These are busy times for U.S. diplomacy on Korea. As usual, the focus is on North Korea, but the trips are to the South. (I use the words diplomacy and focus loosely here, as will be seen.)

On Nov. 16 Donald Rumsfeld visited Seoul for the first time as defense secretary, as part of what AFP headlined as a “sensitive Asian mission.” (Does Rumsfeld do sensitive?) Besides the nuclear knot, he is tackling two other tricky issues. U.S. plans to pull back forces from their long-established tripwire position along the Demilitarized Zone (DMZ), and maybe cut their strength from the current 37,000, have rattled an ally grown increasingly ambivalent about its relations with the U.S., and uneasy at the Bush administration’s stance on the North.

More immediately, Rumsfeld will have a hard job pressing Asian allies to join the U.S. in its Iraqi quagmire. With Japan – also on his itinerary – declining to send any forces, the ROK’s vacillating president Roh Moo-hyun, faced with strong domestic opposition, may follow suit. At best, according to his spokesman, he will commit just 3,000 troops to join 700 medics and engineers already in Mosul, rather than the 10,000 which the U.S. had reportedly hoped for.

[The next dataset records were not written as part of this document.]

def solve(model: Model, electrons: int | Iterable[int] | None = None, verify: bool = True,
          lattice: bool = True, spin: bool = True, eta: bool = True, digits: int = 30,
          seed: int | None = None, executor: concurrent.futures.Executor | str | None = None,
          progress: bool | Progress | None = None, force: bool = False,
          fixed: Mapping[str, object] | None = None,
          sectors: Sequence[Mapping[str, object]] | None = None) -> Spectrum:
    """Exact, verified spectrum of a model.

    Parameters
    ----------
    model : Model
        e.g. ``hubbard(ring(4))``.
    electrons : int or list of int, optional
        Electron numbers to solve (default: all, 0 .. 2L).
    verify : bool
        Must stay True for results that are returned to users; ``False`` is
        refused (verification is not optional).
    lattice, spin, eta : bool
        Use the cluster's automorphism group, spin SU(2), eta-pseudospin
        SU(2) where they are found (default True); switch off for cross-checks.
    digits : int
        Precision of the numerical verification (>= 30).
    seed : int, optional
        Seed of the random verification points (recorded in the report).
    executor : concurrent.futures.Executor, "serial" or None
        Solve blocks, and run the verification's root isolations of high-degree
        factors, through this executor (any object with ``submit``, e.g. a
        process pool or a distributed engine's executor).  None (default)
        picks a process pool on all cores when the blocks are large enough to
        pay for it; pass ``"serial"`` to stay in this process.  A
        ``ThreadPoolExecutor`` is accepted but runs one task at a time: the
        working precision of python-flint and mpmath is process-wide.
    progress : bool or Progress, optional
        Progress line on stderr naming each phase (symmetry detection, blocks,
        exact algebra, the verification's steps) with its count.  Default (None):
        only when stderr is a terminal, once the run has lasted a few seconds;
        True: from the start, terminal or not; False: never; a
        :class:`~symcluster.pipeline.resources.Progress` of the caller's (which goes on
        reporting the caller's own phases afterwards): that one.  It never
        changes the result.
    force : bool
        Run even if the memory estimate exceeds the available memory.
    fixed : dict, optional
        ``{label: exact value}`` of couplings to hold at fixed values (ints, Fractions,
        sympy Rationals or number texts such as ``"-1/2"``).  The energies are then exact
        expressions in the other couplings only; every fixed coupling saves a variable
        of the exact algebra.  Recorded in ``Spectrum.fixed``.
    sectors : list of dict, optional
        Solve only the levels whose quantum numbers match every key of at least one
        dict, e.g. ``[{"N": 10, "S": 0}, {"N": 9, "S": "1/2", "k": "0"}]``.  Keys: the
        names the levels carry, ``N``, ``S`` (with spin SU(2)) or ``Sz`` (without),
        ``eta``, ``k`` (a multiple of pi) and ``irrep`` (the lattice label).  Blocks
        that give no selected level are never built.  The result records the
        selection in ``Spectrum.sectors``, and analyses that need sectors it does
        not hold refuse it (docs/sectors.md).  Not together with ``electrons=``.

    Returns
    -------
    Spectrum

    Raises
    ------
    VerificationError
        If any level fails a check; nothing is returned then.
    InputError
        An unknown key or an impossible value in ``sectors``.

    Examples
    --------
    >>> import symcluster as sc
    >>> spec = sc.solve(sc.hubbard(sc.ring(4)), sectors=[{"N": 4, "S": 0, "k": 0}], seed=1)
    >>> spec.sectors
    [{'N': 4, 'S': 0, 'k': Fraction(0, 1)}]
    >>> sorted({str(l.quantum_numbers["irrep"]) for l in spec.levels})
    ['k=0,+', 'k=0,−']
    >>> spec.n_states
    6
    """
    if not isinstance(model, Model):
        raise ModelError(f"solve() needs a Model such as hubbard(ring(4)), got {type(model).__name__}")
    if verify is not True:
        raise ModelError("verification cannot be switched off; call solve(model) without verify=")
    if isinstance(digits, bool) or not isinstance(digits, int) or digits < 30:
        raise ModelError(f"digits={digits!r}: verification needs at least 30 digits; use digits>=30")
    check_digits(digits, minimum=30)
    if seed is not None and (isinstance(seed, bool) or not isinstance(seed, int)):
        raise ModelError(f"seed={seed!r} is not an integer; give e.g. seed=1 or leave it out")
    wanted = _check_electrons(model, electrons)
    selection = None
    if sectors is not None:
        if electrons is not None:
            raise ModelError("give either electrons= or sectors= (a sector dict may name N)")
        selection = normalise_selection(sectors)
    fixed = _check_fixed(model, fixed)
    if progress is not None and not isinstance(progress, (bool, Progress)):
        raise ModelError(f"progress={progress!r}: give True, False or leave it out")
    timings = {}
    t0 = time.perf_counter()
    prog = progress if isinstance(progress, Progress) else Progress(enabled=progress)
    try:
        return _solve(model, wanted, lattice, spin, eta, digits, seed, executor, prog, force,
                      timings, t0, fixed, selection)
    finally:
        if prog is not progress:
            prog.close()


def _solve(model, wanted, lattice, spin, eta, digits, seed, executor, prog, force, timings, t0,
           fixed, selection=None):
    """:func:`solve` after its arguments were checked."""
    original, model = model, _with_constant(model, fixed)
    # before the detection, whose cost also grows with the cluster (commutators on every
    # state with at most two electrons, the automorphism search)
    space = model.space
    # variables of the exact algebra: every label but one, whether the model is
    # homogeneous (one coupling scaled to 1) or has held couplings (their terms under
    # CONSTANT, the part without a variable)
    n_free = len(model.labels) - 1
    # a selection: only the detection is counted early (a lower bound of any selection)
    check_early(space, [] if selection is not None else wanted, n_free, force)
    prog.phase("symmetry detection")
    plan = plan_symmetries(model, lattice=lattice, spin=spin, eta=eta)
    if fixed:
        _drop_constant_shifts(plan)
    keep = None
    if selection is not None:
        check_selection(selection, space, plan)
        keep = functools.partial(_block_kept, selection, plan, space)
    sectors = sectors_to_solve(space, plan, wanted)
    if keep is not None:
        sectors = [s for s in sectors if block_dimensions(space, [s], plan, keep)]
    # the large sectors of a spin ring: momentum blocks modulo primes (blocks/bloch.py)
    big = {s for s in sectors if space.sector_dim(*s) > bloch.MODULAR_MIN_SECTOR}
    route = bloch.ring_route(model, plan) if big else None
    if route is None:
        big = set()
    estimate = check_size(space, sectors, plan, n_free, force,
                          _expected_workers(executor, block_dimensions(space, sectors, plan, keep)),
                          keep, big)
    timings["memory_estimate_bytes"] = estimate
    prog.phase("blocks", len(sectors), "sectors")
    sizes = _CountedList(prog.step)
    modular = bloch.bloch_blocks(model, plan, sorted(big), keep, sizes, route) if big else None
    if modular is not None:
        blocks = build_blocks(model, plan, wanted, report=sizes,
                              keep=functools.partial(_not_in, big, keep)) + modular
    else:
        blocks = build_blocks(model, plan, wanted, report=sizes, keep=keep)
    timings["blocks"] = time.perf_counter() - t0
    names = model.labels
    t1 = time.perf_counter()
    own_pool = None
    if executor is None:
        executor = own_pool = _default_executor(blocks)
    elif executor == "serial":
        executor = None
    twins, copies, mirrored = derived_blocks(model, plan, blocks, names,
                                             seed=0 if seed is None else seed)
    # blocks derived from others (gauge twins, equal copies, spectral twins) are not counted
    derived = {**twins, **copies, **mirrored}
    prog.phase("exact algebra", len(blocks) - len(derived), "blocks")
    try:
        todo = [i for i in range(len(blocks)) if i not in derived]
        written = Written()             # the closed forms of this solve
        solved = dict(zip(todo, _run_blocks([blocks[i] for i in todo], names, executor, prog,
                                            written)))
        for i, (j, flipped, shift) in mirrored.items():
            solved[i] = twin_image(solved[j], flipped, shift, written)
        for i, j in copies.items():
            solved[i] = _copy_factors(solved[j])
        odd = plan.odd_labels           # the labels G maps to minus themselves
        results = [solved[i] if i in solved else _negate_couplings(solved[twins[i]], odd, written)
                   for i in range(len(blocks))]
    except BaseException:
        # KeyboardInterrupt included: kill the workers rather than wait for their tasks
        if own_pool is not None:
            stop_pool(own_pool)
        raise
    try:
        spectrum = _finish(original, plan, blocks, results, twins, sizes, wanted, digits, seed,
                           timings, t0, t1, executor, prog, fixed, selection, len(mirrored))
    except BaseException:
        if own_pool is not None:
            stop_pool(own_pool)
        raise
    if own_pool is not None:
        own_pool.shutdown()
    return spectrum


def _not_in(big, keep, sector, irrep):
    """``keep`` of the exact build when the sectors ``big`` go the modular route."""
    return sector not in big and (keep is None or keep(sector, irrep))


def _block_kept(selection, plan, space, sector, irrep):
    """Whether a selection keeps the block of (sector, lattice irrep): the ``keep`` of
    :func:`~symcluster.blocks.build.build_blocks`."""
    return block_needed(selection, plan, space.n_modes, sector, irrep, space.has_charge)


def _drop_constant_shifts(plan):
    """Shortcuts whose energy shift involves a fixed coupling are not used (the shifted
    polynomials would leave the integers): eta members, and the S^z members of a field."""
    if plan.eta and CONSTANT in plan.eta[1]:
        plan.eta, plan.sublattice_char, plan.odd_labels = None, [], None
    if plan.spin_split and CONSTANT in plan.spin_shift:
        plan.spin, plan.spin_shift = False, {}
    if plan.odd_labels is not None and CONSTANT in plan.odd_labels:
        plan.odd_labels = None          # t -> -t twins need the sign of a free coupling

Following hot on Rumsfeld’s heels is James Kelly, who as assistant secretary of state for East Asian and Pacific affairs is the top U.S. policy-maker on the region. Kelly is due in Seoul on Nov. 19, after visits to Tokyo and Beijing. His focus is the six-party talks on the North Korean nuclear issue, of which a second round may be held in Beijing in mid-December.

President Bush himself, heading for the UK rather than Asia, seems a convert to a diplomatic solution: “Not every situation needs to be resolved through military action. And I would cite to you North Korea and Iran,” he told British newspapers. This new, softer note on the two remaining “axis of evil” regimes was first heard on his whistlestop tour of six Asian nations – not including South Korea – last month. But not consistently: en route to Australia, Bush said he had no respect for Kim Jong-il as a leader who “starves and shrinks his own people.”

At a sensitive and delicate time for diplomacy, trying to coax North Korea back to the table, one expects John Bolton to weigh in. Sure enough, another AFP headline on Nov. 13 read: “Bush administration hawk fires new volley at North Korea.” Although on this occasion the under-secretary for arms control and international security eschewed personal attacks on Kim Jong-il, he warned that “blackmail and bad behavior … will not be rewarded,” and that “North Korea will not be given inducements” to mend its violation of past commitments.

Actions speak louder still. This seems an odd moment not just to insist that no new incentives are on offer, but also to take away what North Korea had been given before. On Nov. 5 the executive board – the U.S., Japan, South Korea, and the European Union – of KEDO (the Korean Peninsula Energy Development Organization) suspended the consortium’s light water reactor (LWR) project at Kumho, in limbo anyway for the past year. Pyongyang, predictably, riposted with threats to seize KEDO’s assets at the Kumho site, and demanded compensation.

Suspension is one thing, termination another. On Nov. 13 the U.S. ambassador in Seoul, Thomas C. Hubbard, said the U.S. has no plans to revive the LWR project – even if the DPRK comes into nuclear compliance. Much as Kim Jong-il violated at least the spirit of the 1994 Agreed Framework (AF) with his second secret nuclear program based on highly enriched uranium (HEU), this closure will hardly encourage him to trust future U.S. promises, if any.

Hubbard too may have regrets that he cannot voice. As deputy assistant secretary of state in the Clinton administration, he was influential in setting up KEDO. By chance, his former boss is yet another recent high-level American visitor to Seoul. Bill Clinton met both Roh Moo-hyun and his predecessor, Kim Dae-jung: doubtless amid nostalgia for the good old days, when the U.S. and ROK saw eye to eye and engagement seemed to be working.

Clinton is a reminder that there is nothing wrong with a U.S. president changing his mind, not least over as tough a nut as North Korea. As is now well known, early on his watch a second Korean war came uncomfortably close in May-June 1994 over the first North Korean crisis, until Jimmy Carter as deus ex machina flew to Pyongyang and saved the day. Thereafter the Clinton administration consistently pursued engagement with the DPRK, as seen in the AF, KEDO, high-level visits in both directions, and a missile near-deal aborted when time ran out.

One can, and Republicans vocally did, criticize all this as appeasement. The HEU and other revelations, not least that the June 2000 inter-Korean summit was in effect bought by Seoul, undoubtedly leave a sour taste and damage the case for Sunshine: suggesting as they do a recidivist and cynical DPRK, which has merely been stringing its interlocutors along.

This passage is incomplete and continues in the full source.